М. Б.: Но был же рок-клуб, со своими репетиционными базами и площадками…
Ф. Б.: Ленинградский рок-клуб в это время существовал обособленно, там заседали комиссии, литовались тексты. Однажды Алекс принес песню «Шестьсот матерных дам», матерную пародию на «Десять прекрасных дам» БГ. Мы ее записали для «Бит Заел» и решили показать БГ. Как бы мы ни стебались над группами рок-клуба, но мы хотели, чтобы они о нас знали. В общем, Алекс снарядил меня в поход к БГ. Мансарда над католической церковью на Невском сама по себе была величественна. Меня впустили, БГ где-то гулял. Я подождал, он пришел расслабленный и нежный. Принял душ, а потом принял меня. К тому моменту я уже внутренне угорал от абсурдности ситуации. В общем, покрутил я ему наши произведения, а потом показал «Шестьсот матерных дам». Наш кавер ни обидел его, ни польстил ему. БГ, в общем-то, повел себя, как на заседании рок-клуба вели в то время. Он «дал оценку» нашему творчеству: сказал, что нам еще надо поучиться, указал на слабые места, попросил серьезнее работать с текстами. Вынес мозг так, что я потом горько жалел, что я не Свин, который нагадил ему под дверью.

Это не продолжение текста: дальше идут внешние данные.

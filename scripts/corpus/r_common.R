# Shared by the R corpus generators (gen_r.R, gen_r_circles.R, gen_r_shapes.R), which
# source it after setting `here`: where the output goes, a small JSON writer (jsonlite is
# not part of r-base-core) and the truth file writer that hands each figure to truth.py.

root <- if (nzchar(Sys.getenv("PP_CORPUS_ROOT"))) Sys.getenv("PP_CORPUS_ROOT") else
  normalizePath(file.path(here, "..", ".."))
out_dir <- file.path(root, "corpus", "r")
truth_py <- file.path(here, "truth.py")
dir.create(out_dir, showWarnings = FALSE, recursive = TRUE)

# Vectors wrapped in I() are always arrays; bare length-1 values are scalars.
to_json <- function(x) {
  if (is.null(x)) return("null")
  if (is.list(x) && !is.null(names(x))) {
    items <- mapply(function(k, v) paste0("\"", k, "\": ", to_json(v)),
                    names(x), x)
    return(paste0("{", paste(items, collapse = ", "), "}"))
  }
  if (is.list(x))
    return(paste0("[", paste(vapply(x, to_json, ""), collapse = ", "), "]"))
  one <- function(v) {
    if (is.na(v)) return("null")
    if (is.logical(v)) return(if (v) "true" else "false")
    if (is.character(v))
      return(paste0("\"", gsub("\"", "\\\\\"", gsub("\\\\", "\\\\\\\\", v)),
                    "\""))
    format(v, digits = 15)
  }
  parts <- vapply(as.list(unclass(x)), one, "")
  if (inherits(x, "AsIs") || length(x) != 1)
    return(paste0("[", paste(parts, collapse = ", "), "]"))
  parts
}

# corpus/r/<name>.truth.json: the figures as drawn, completed by truth.py fill with the
# measures it computes from the data. Returns the number of figures.
write_truth_file <- function(name, dev, seed, pages, figs) {
  t <- list(file = paste0("corpus/r/", name, ".pdf"),
            producer = sprintf("R %s %s()", getRversion(), dev),
            seed = seed, pages = pages, figures = figs)
  tmp <- tempfile(fileext = ".json")
  writeLines(to_json(t), tmp, useBytes = TRUE)
  dst <- file.path(out_dir, paste0(name, ".truth.json"))
  rc <- system2("/usr/bin/python3", c(truth_py, "fill"), stdin = tmp,
                stdout = dst)
  unlink(tmp)
  if (rc != 0) stop("truth.py fill failed for ", name)
  length(figs)
}
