# Current plot region in PDF points, origin top-left.
plot_box <- function(w = W, h = H) {
  x <- grconvertX(c(0, 1), "npc", "ndc")
  y <- grconvertY(c(0, 1), "npc", "ndc")
  round(c(x[1] * w * 72, (1 - y[2]) * h * 72, x[2] * w * 72,
          (1 - y[1]) * h * 72), 2)
}

axis_now <- function(orientation, log = FALSE) {
  u <- par("usr")
  r <- if (orientation == "y") u[3:4] else u[1:2]
  if (log) r <- 10^r
  list(min = r[1], max = r[2], scale = if (log) "log" else "linear",
       orientation = orientation)
}

ticks_in <- function(lo, hi) { t <- pretty(c(lo, hi)); t[t >= lo & t <= hi] }

fig_entry <- function(kind, mis, rule, vals, labels, axis, baseline, style,
                      page = 1, extra = list()) {
  f <- list(page = page, bbox = I(plot_box()), kind = kind,
            misleading = mis, rule = if (is.null(rule)) NA else rule,
            values = I(vals), labels = I(labels), axis = axis,
            baseline = if (is.null(baseline)) NA else baseline,
            data_labels = NULL, style = I(c(style, "base-graphics")))
  for (k in names(extra)) f[[k]] <- extra[[k]]
  f
}

# ---- chart drawers (draw on the current device, return a figure entry) ----
draw_columns <- function(vals, labels, trunc, fmt, style, yaxs = "r",
                         title = "Oakhollow Cider Co. - barrels", page = 1) {
  lo <- axis_floor(vals, trunc); hi <- nice_ceil(max(vals) * 1.1)
  n <- length(vals)
  las <- if ("rotated-labels" %in% style) 2 else 1
  par(mar = c(if (las == 2) 7 else 4, 5.5, 3, 1))
  col <- if ("alpha" %in% style) adjustcolor("#2b6c8f", 0.5) else "#2b6c8f"
  border <- if ("edge-strokes" %in% style) "black" else NA
  density <- if ("hatch" %in% style) 18 else NULL
  add <- FALSE
  if ("gridlines" %in% style) {
    plot.new()
    plot.window(xlim = c(0.2, 1.2 * n), ylim = c(lo, hi), yaxs = yaxs)
    abline(h = ticks_in(lo, hi), col = "grey80")
    add <- TRUE
  }
  nm <- if (n >= 30) ifelse(seq_len(n) %% 6 == 1, labels, "") else labels
  barplot(vals, names.arg = nm, ylim = c(lo, hi), xpd = FALSE, col = col,
          border = border, density = density, angle = 45, yaxt = "n",
          yaxs = yaxs, las = las, add = add, main = title,
          space = if (n >= 30) 0.3 else 0.2, cex.names = 0.8)
  if (add) title(main = title)  # barplot(add = TRUE) skips the title
  tk <- ticks_in(lo, hi)
  axis(2, at = tk, labels = fmt_fun(fmt)(tk), las = 1)
  if (yaxs == "i") box()
  u <- par("usr")[3]
  base <- if (lo == 0) 0 else u  # truncated bars are clipped at the box
  mis <- lo != 0
  fig_entry("column", mis, if (mis) "bars-off-zero" else NULL, vals, labels,
            axis_now("y"), base,
            c(style, fmt_tags(fmt), trunc_tags(trunc), if (mis) "clipped"),
            page)
}

draw_hbars <- function(vals, labels, trunc, style) {
  lo <- axis_floor(vals, trunc); hi <- nice_ceil(max(vals) * 1.1)
  par(mar = c(4, 8, 3, 1))
  border <- if ("edge-strokes" %in% style) "black" else NA
  # barplot stacks horizontal bars bottom-up; reverse so the first is on top
  barplot(rev(vals), names.arg = rev(labels), horiz = TRUE, xlim = c(lo, hi),
          xpd = FALSE, col = "#d9822b", border = border, las = 1,
          main = "Pellmoor Orchards - crates", cex.names = 0.8)
  if (lo != 0) box()
  base <- if (lo == 0) 0 else par("usr")[1]
  mis <- lo != 0
  fig_entry("bar", mis, if (mis) "bars-off-zero" else NULL, vals, labels,
            axis_now("x"), base,
            c(style, trunc_tags(trunc), if (mis) "clipped"))
}
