def _lie_largest_smallest(v, ink):
    """(ink of the largest value / ink of the smallest) / (largest / smallest)."""
    pairs = [(vi, gi) for vi, gi in zip(v, ink) if vi > 0 and gi > 0]
    if len(pairs) < 2:
        return None
    hi = max(pairs, key=lambda p: p[0])
    lo = min(pairs, key=lambda p: p[0])
    if hi[0] == lo[0]:
        return None
    return (hi[1] / lo[1]) / (hi[0] / lo[0])


def _max_pair(v, g):
    pos = [(vi, gi) for vi, gi in zip(v, g) if vi > 0 and gi > 0]
    if len(pos) < 2:
        return None
    worst = 1.0
    for i in range(len(pos)):
        for j in range(i + 1, len(pos)):
            r = (pos[i][1] / pos[j][1]) / (pos[i][0] / pos[j][0])
            worst = max(worst, r, 1 / r)
    return worst


def _clip_convex(subject, clip):
    """Sutherland-Hodgman: the part of polygon subject inside the convex polygon clip
    (either turn; textbook)."""
    if _signed(clip) < 0:
        clip = clip[::-1]
    out = list(subject)
    for i in range(len(clip)):
        a, b = clip[i], clip[(i + 1) % len(clip)]
        side = lambda p: (b[0] - a[0]) * (p[1] - a[1]) - (b[1] - a[1]) * (p[0] - a[0])  # noqa
        src, out = out, []
        for k in range(len(src)):
            p, q = src[k], src[(k + 1) % len(src)]
            sp, sq = side(p), side(q)
            if sp >= 0:
                out.append(p)
            if (sp >= 0) != (sq >= 0):
                t = sp / (sp - sq)
                out.append((p[0] + t * (q[0] - p[0]), p[1] + t * (q[1] - p[1])))
        if not out:
            return []
    return out


def _signed(pts):
    s = 0.0
    for i in range(len(pts)):
        x0, y0 = pts[i]
        x1, y1 = pts[(i + 1) % len(pts)]
        s += x0 * y1 - x1 * y0
    return s / 2


def _hull(pts):
    """Convex hull, counter-clockwise (Andrew's monotone chain; textbook)."""
    pts = sorted(set(map(tuple, pts)))
    cross = lambda o, a, b: (a[0] - o[0]) * (b[1] - o[1]) - (a[1] - o[1]) * (b[0] - o[0])  # noqa
    lo, up = [], []
    for p in pts:
        while len(lo) >= 2 and cross(lo[-2], lo[-1], p) <= 0:
            lo.pop()
        lo.append(p)
    for p in reversed(pts):
        while len(up) >= 2 and cross(up[-2], up[-1], p) <= 0:
            up.pop()
        up.append(p)
    return lo[:-1] + up[:-1]


def _hidden(face, covers):
    """Area of face under the union of convex covers, by inclusion-exclusion over their
    intersections (each an intersection of convex polygons, so convex)."""
    from itertools import combinations
    total = 0.0
    for k in range(1, len(covers) + 1):
        for sub in combinations(covers, k):
            poly = face
            for c in sub:
                poly = _clip_convex(poly, c)
                if len(poly) < 3:
                    break
            if len(poly) >= 3:
                total += (-1) ** (k + 1) * abs(_signed(poly))
    return total


def box_faces_seen(solid):
    """mplot3d bar3d boxes: per bar, (vertical faces seen, top seen) in display units².
    A face is seen when its outline keeps its outward turn on the page (back-face test).
    mplot3d paints faces furthest first by the mean view depth of their corners (its
    painter's algorithm); a bar is painted over another when its nearest seen face is
    nearer than the other's, and what it covers is taken off."""
    corners, depth, faces = solid["corners"], solid["depth"], solid["faces"]
    hulls = [_hull(c) for c in corners]
    near = []
    for c, z in zip(corners, depth):
        seen = [idx for idx in faces.values() if _signed([tuple(c[k]) for k in idx]) > 0]
        near.append(min(sum(z[k] for k in idx) / 4 for idx in seen))
    out = []
    for i, c in enumerate(corners):
        covers = [hulls[j] for j in range(len(corners))
                  if j != i and near[j] < near[i]
                  and len(_clip_convex(hulls[i], hulls[j])) >= 3]
        vert = top = 0.0
        for name, idx in faces.items():
            poly = [tuple(c[k]) for k in idx]
            if _signed(poly) <= 0:
                continue
            seen = abs(_signed(poly)) - _hidden(poly, covers)
            if name == "top":
                top += seen
            elif name != "bottom":
                vert += seen
        out.append((vert, top))
    return out


def _minus_convex(pieces, cover):
    """Convex pieces less a convex cover: each piece split by the cover's edges into the
    parts outside it (textbook convex decomposition)."""
    if _signed(cover) < 0:
        cover = cover[::-1]
    out = []
    for rem in pieces:
        for i in range(len(cover)):
            a, b = cover[i], cover[(i + 1) % len(cover)]
            if len(rem) < 3:
                break
            part = _half(rem, b, a)  # right of a->b: outside this edge
            if len(part) >= 3 and abs(_signed(part)) > 1e-12:
                out.append(part)
            rem = _half(rem, a, b)
    return out


def _half(poly, a, b):
    """The part of a convex polygon left of a->b (counter-clockwise inside; textbook)."""
    side = lambda p: (b[0] - a[0]) * (p[1] - a[1]) - (b[1] - a[1]) * (p[0] - a[0])  # noqa
    out = []
    for k in range(len(poly)):
        p, q = poly[k], poly[(k + 1) % len(poly)]
        sp, sq = side(p), side(q)
        if sp >= 0:
            out.append(p)
        if (sp >= 0) != (sq >= 0):
            t = sp / (sp - sq)
            out.append((p[0] + t * (q[0] - p[0]), p[1] + t * (q[1] - p[1])))
    return out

Однако стоит отметить, что и Свин ходил на поклон к БГ. И в рок-клуб вступать пытался несколько раз, но был отвергнут. Да и я тоже носил наши тексты на «литовку» в рок-клуб. Подправил все, конечно, убрал весь мат и грязь. С «литовки», проверки текстов в специальном отделе, начинался прием. Однако, по тому, как меня встретили, мне показалось, что о нас уже знали, и ничего хорошего это не сулило. Тексты взяли на пару дней, потом я позвонил, и меня пригласили. Я пришел, мне тетенька сказала, что такие тексты пишет ее сын в школе, что это «маяковщина» (что в ней плохого?), что нам еще надо поучиться, указала на слабые места, посоветовала серьезнее работать.
Есть противоположные стороны, враждующие между собой. Государство и свободные личности. А между ними есть зона, в которой могут существовать художники, ученые, музыканты, рокеры. Они могут писать свои работы, продавать идеи, создавать бомбы, собираться в клубы. Они могут делать то, о чем они все мечтают, – зарабатывать на том, что они умеют. Продавая не только свой продукт, но и часть своей души. Я не смог туда войти. И до сих пор не могу.
Если копнуть творчество панков 1980-х, то можно с трудом найти тексты, открыто протестующие против системы. «Отдел самоискоренения» был открыт антисоветским проектом. «Народное Ополчение» и Алекс подтолкнули на написание песен про Андропова и Рейгана. Но фетиш Брежнева, комичного образа бровастого идиота, просто навсегда остался символом группы. Впервые имя партийного лидера назвал Алекс, причем сразу двух – «Ууу, Jah-мБ.А. ю – Джамбабабабаба Брежнев, Джамбабабаба Андропов». Его рассмешила ситуация со сменой власти старцами. В этом не было «антисоветчины» в чистом ее понимании. Но было отъявленное глумление и наглое неуважение к партии. Алекс травил анекдоты про Брежнева, постоянно его пародировал. Впавший в маразм генсек умер, но особой радости и нервного ажиотажа не произошло, как когда умер Сталин. Смерть Брежнева была так же комична, как его речи, написанные спичрайтерами, – и это стимулированное допингами бормотание издавалось на виниловых дисках. Самые циничные меломаны-спекулянты брали диски с речами Брежнева, переклеивали на них «яблоки» с фирменных Pink Floyd и продавали за бешеные деньги. А когда ты выяснял дома, что вместо Dark Side или «Стенки» у тебя звучат «долгие продолжительные аплодисменты, переходящие в овации», найти продавца уже было невозможно. У нас тоже был диск с речами Брежнева о молодежи. Мы использовали его на альбоме «Бит Заел». А в «Джамбе» имя Леонида Ильича впервые в истории было воспето. И с тех пор стало поэтическим образом группы «Народное Ополчение». Я тогда так разошелся, что Алекс отказывался подпевать мне в припевах. «Джамба» раскрыла во мне потенциал политсатирика. А когда на нас свалились репрессии, Алекс вообще перешел на «эзопов» язык, а я перестал писать тексты.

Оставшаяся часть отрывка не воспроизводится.